B — FOR A SENSE OF BELIEF – We believe we will be ok … we believe that me and God — are stronger than me alone.  We pray with confidence that all will be well.  We see that we live in a fractured imperfect world.  We live with people as weak and as sinful as we are.  Still, we believe that tomorrow is going to be better.  We believe that we will survive the challenges of the day . . . and we will enjoy life anew.  We believe that God is by our side no matter what.  We believe that God, deep within us — will give us the wisdom and the insight to make a good choice.  We believe that something does happen in prayer.

 C — FOR A TRUE COMMITMENT – to do our part.  Remember the old expression:  pray like everything depends on God and work like everything depends on us!  This sentiment is similar to the old African expression — often quoted by Congressman John Lewis — when you pray, move your feet. Praying that God will bring a new friend into your life . . . while you go nowhere to meet new people, just may not be the answer to loneliness.  Asking God to give you a better job, but never improving professional skills and never applying for a new job — never networking with other people — just might not improve your daily life.  Asking God to lift the dark cloud that keeps following us — while choosing to be sad and gloomy isn’t going to do much good.  Prayer is not about a few pious words lifted to the sky and waiting for the fortune to come our way.
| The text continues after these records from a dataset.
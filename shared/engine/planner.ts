/**
 * Fabrication planner: for one material, the cuts, meta-atom shapes and lattices a fab can make,
 * a pump and an order, list the combinations that emit the N-th harmonic along the normal with
 * the wanted circular handedness, ranked.
 *
 * Ranking (documented contract): (1) larger contributing weight first — the summed weight of the
 * q ∈ Q that produce a wanted m (see `cylindrical-content.ts`); (2) simpler structure first —
 * shape complexity + lattice complexity from the tables below; (3) input order.
 * Frames: cut vectors in the crystal Cartesian frame; lattice vector a along the cut reference.
 */
import type { PumpSpec } from './pump'
import type { ShapeSpec, LatticeSpec } from './structure'
import { deriveArraySymmetry, structureGroupName, SHAPE_KINDS, LATTICE_KINDS } from './structure'
import { parsePump } from './pump-request'
import { pumpProjections, signed } from './pump'
import { sampleEntry } from './sample-tensor'
import { getPointGroup } from './point-groups'
import { parseDirection } from './directions'
import { assertOrder } from './tensor-forms'
import { findAllowedHarmonics, sumProjections } from './selection-rules'
import { describeCut } from './explain'
import { EngineError } from './errors'
import { readArray, readBoolean, readNumber, readObject, readString } from './validate'

/** Wanted handedness of the normal emission relative to a circular pump, or any. */
export type WantedEmission = 'co' | 'counter' | 'any'

/** One ranked combination. */
export interface PlanOption {
  cutIndex: number
  cut: string
  shape: ShapeSpec
  lattice: LatticeSpec
  structureGroup: string
  rotationOrder: number
  allowedM: number[]
  /** The wanted projections among ±1 that are allowed. */
  normalM: number[]
  weight: number
  complexity: number
  reason: string
}

const SHAPE_COMPLEXITY: Record<string, number> = {
  disk: 0,
  square: 1,
  rectangle: 1,
  ellipse: 1,
  ring: 2,
  triangle: 2,
  hexagon: 2,
  cross: 2,
  dimer: 3,
  'l-shape': 3,
  'split-ring': 3,
  gammadion: 4,
  custom: 5,
}
const LATTICE_COMPLEXITY: Record<string, number> = {
  single: 0,
  square: 1,
  hexagonal: 1,
  rectangular: 2,
  oblique: 3,
  custom: 4,
}

function readShape(v: unknown, f: string): ShapeSpec {
  const o = readObject(v, f)
  const kind = readString(o.kind, `${f}.kind`) as ShapeSpec['kind']
  if (!SHAPE_KINDS.includes(kind))
    throw new EngineError({
      code: 'UNKNOWN_SHAPE',
      field: `${f}.kind`,
      value: kind,
      allowed: SHAPE_KINDS,
      message: `unknown shape ${JSON.stringify(kind)}`,
    })
  const rotationOrder = o.rotationOrder === undefined ? undefined : readNumber(o.rotationOrder, `${f}.rotationOrder`)
  const mirrors = readArray(o.mirrors, `${f}.mirrors`, (x, g) => readNumber(x, g), [])
  return { kind, azimuthDeg: readNumber(o.azimuthDeg, `${f}.azimuthDeg`, 0), rotationOrder, mirrors }
}

function readLattice(v: unknown, f: string): LatticeSpec {
  const o = readObject(v, f)
  const kind = readString(o.kind, `${f}.kind`) as LatticeSpec['kind']
  if (!LATTICE_KINDS.includes(kind))
    throw new EngineError({
      code: 'UNKNOWN_LATTICE',
      field: `${f}.kind`,
      value: kind,
      allowed: LATTICE_KINDS,
      message: `unknown lattice ${JSON.stringify(kind)}`,
    })
  const rotationOrder = o.rotationOrder === undefined ? undefined : readNumber(o.rotationOrder, `${f}.rotationOrder`)
  return { kind, rotationOrder, mirrors: readArray(o.mirrors, `${f}.mirrors`, (x, g) => readNumber(x, g), []) }
}

function wantedM(want: WantedEmission, pump: PumpSpec): number[] {
  if (want === 'any') return [-1, 1]
  if (pump.type !== 'circular')
    throw new EngineError({
      code: 'OUT_OF_RANGE',
      field: 'want',
      value: want,
      allowed: ['any'],
      message: `"${want}" is defined only for a circular pump, got a ${pump.type} pump`,
      hint: 'use want: "any"',
    })
  return [want === 'co' ? pump.m : -pump.m]
}

/**
 * Rank the fab's combinations (validates `request`; throws EngineError with field paths).
 * Request: { pointGroup, cuts: [{normal, reference}], shapes: [{kind, azimuthDeg?, …}],
 * lattices: [{kind, …}], pump, order, want: 'co' | 'counter' | 'any', surface? }.
 */
export function planFabrication(request: unknown): PlanOption[] {
  const r = readObject(request, '')
  const group = getPointGroup(readString(r.pointGroup, 'pointGroup'), 'pointGroup')
  const cuts = readArray(
    r.cuts,
    'cuts',
    (v, f) => {
      const c = readObject(v, f)
      return {
        normal: parseDirection(c.normal, `${f}.normal`, group.isCubic),
        reference: parseDirection(c.reference, `${f}.reference`, group.isCubic),
      }
    },
    undefined,
    true,
  )
  const shapes = readArray(r.shapes, 'shapes', readShape, undefined, true)
  const lattices = readArray(r.lattices, 'lattices', readLattice, [{ kind: 'single' }])
  const pump = parsePump(r.pump)
  readNumber(r.order, 'order')
  assertOrder(r.order, 'order')
  const order = r.order
  const want = readString(r.want ?? 'any', 'want') as WantedEmission
  if (!['co', 'counter', 'any'].includes(want))
    throw new EngineError({
      code: 'OUT_OF_RANGE',
      field: 'want',
      value: want,
      allowed: ['co', 'counter', 'any'],
      message: `must be co, counter or any, got ${JSON.stringify(want)}`,
    })
  const surface = readBoolean(r.surface, 'surface', false)
  const targets = wantedM(want, pump)
  const sums = sumProjections(pumpProjections(pump), order)
  const options: PlanOption[] = []
  cuts.forEach((cut, cutIndex) => {
    const { sample } = sampleEntry({
      pointGroup: group.symbol,
      normal: cut.normal,
      reference: cut.reference,
      order,
      surface,
    })
    shapes.forEach((shape, si) =>
      lattices.forEach((lattice, li) => {
        const sym = deriveArraySymmetry(shape, lattice)
        const n = sym.rotationOrder
        const allowedM = findAllowedHarmonics({
          pumpProjections: pumpProjections(pump),
          order,
          q: sample.content.q,
          rotationOrder: n,
          window: order + 6,
        })
        const normalM = targets.filter((t) => allowedM.includes(t))
        if (normalM.length === 0) return
        const reaches = (q: number) =>
          normalM.some((t) => sums.some((s) => (n === 0 ? t - s - q === 0 : (((t - s - q) % n) + n) % n === 0)))
        const used = sample.content.weights.filter((w) => reaches(w.q))
        const weight = Math.round(used.reduce((a, w) => a + w.weight, 0) * 1e9) / 1e9
        const name = structureGroupName(sym)
        const cutName = describeCut(cut.normal, group.isCubic)
        const hand =
          pump.type === 'circular'
            ? normalM.map((x) => (x === pump.m ? 'co-rotating' : 'counter-rotating')).join(' and ')
            : `m = ${normalM.map(signed).join(', ')}`
        options.push({
          cutIndex,
          cut: cutName,
          shape: shapes[si],
          lattice: lattices[li],
          structureGroup: name,
          rotationOrder: n,
          allowedM,
          normalM,
          weight,
          complexity: (SHAPE_COMPLEXITY[shape.kind] ?? 5) + (LATTICE_COMPLEXITY[lattice.kind] ?? 4),
          reason: `${cutName} of ${group.symbol}, ${shape.kind} on a ${lattice.kind} lattice (${name}): ${hand} emission along the normal through q ∈ {${used.map((w) => signed(w.q)).join(', ')}}${n === 0 ? '' : ` + k·${n}`} (weight ${(100 * weight).toFixed(0)}%)`,
        })
      }),
    )
  })
  return options
    .map((o, i) => ({ o, i }))
    .sort((a, b) => b.o.weight - a.o.weight || a.o.complexity - b.o.complexity || a.i - b.i)
    .map((x) => x.o)
}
 THE PROMISED RESULT OF PRAYER

The problem with the folks in Sodom and Gomorrah is that they lived as if there was no God.  They lived as if they were the beginning and the end — there was no acceptance that life was bigger than the moment or bigger than their own desires.  Finding the good folks is about finding people who care about others — who care about the needs of others — who realize there is a creator who has given to us who teaches us to give to others — in order to find, to get.  The folks of Sodom and Gomorrah were about themselves and their needs.  The world was no bigger than them.  In prayer, we need to assure that we are pointed in the right direction — that our heart is bent toward God — not that we are perfect or without sin — but the ultimate desire of our heart is to do good.

In the Gospel of Luke [Luke 11:1-13] we learn what God promises to those who seek, ask, and knock — the promise of God to those who are persistent in prayer . . . and the answer is not that we will get the desired cure for cancer — or that the sun will shine on our picnic — or that our lives be free of worry. THE PROMISED RESULT OF PRAYER is that we will get THE HOLY SPIRIT God’s presence in the stuff of our lives … God right by our side in weakness or fear ….. to those who ask, we will never be alone — God, the good Father will be right there on our side.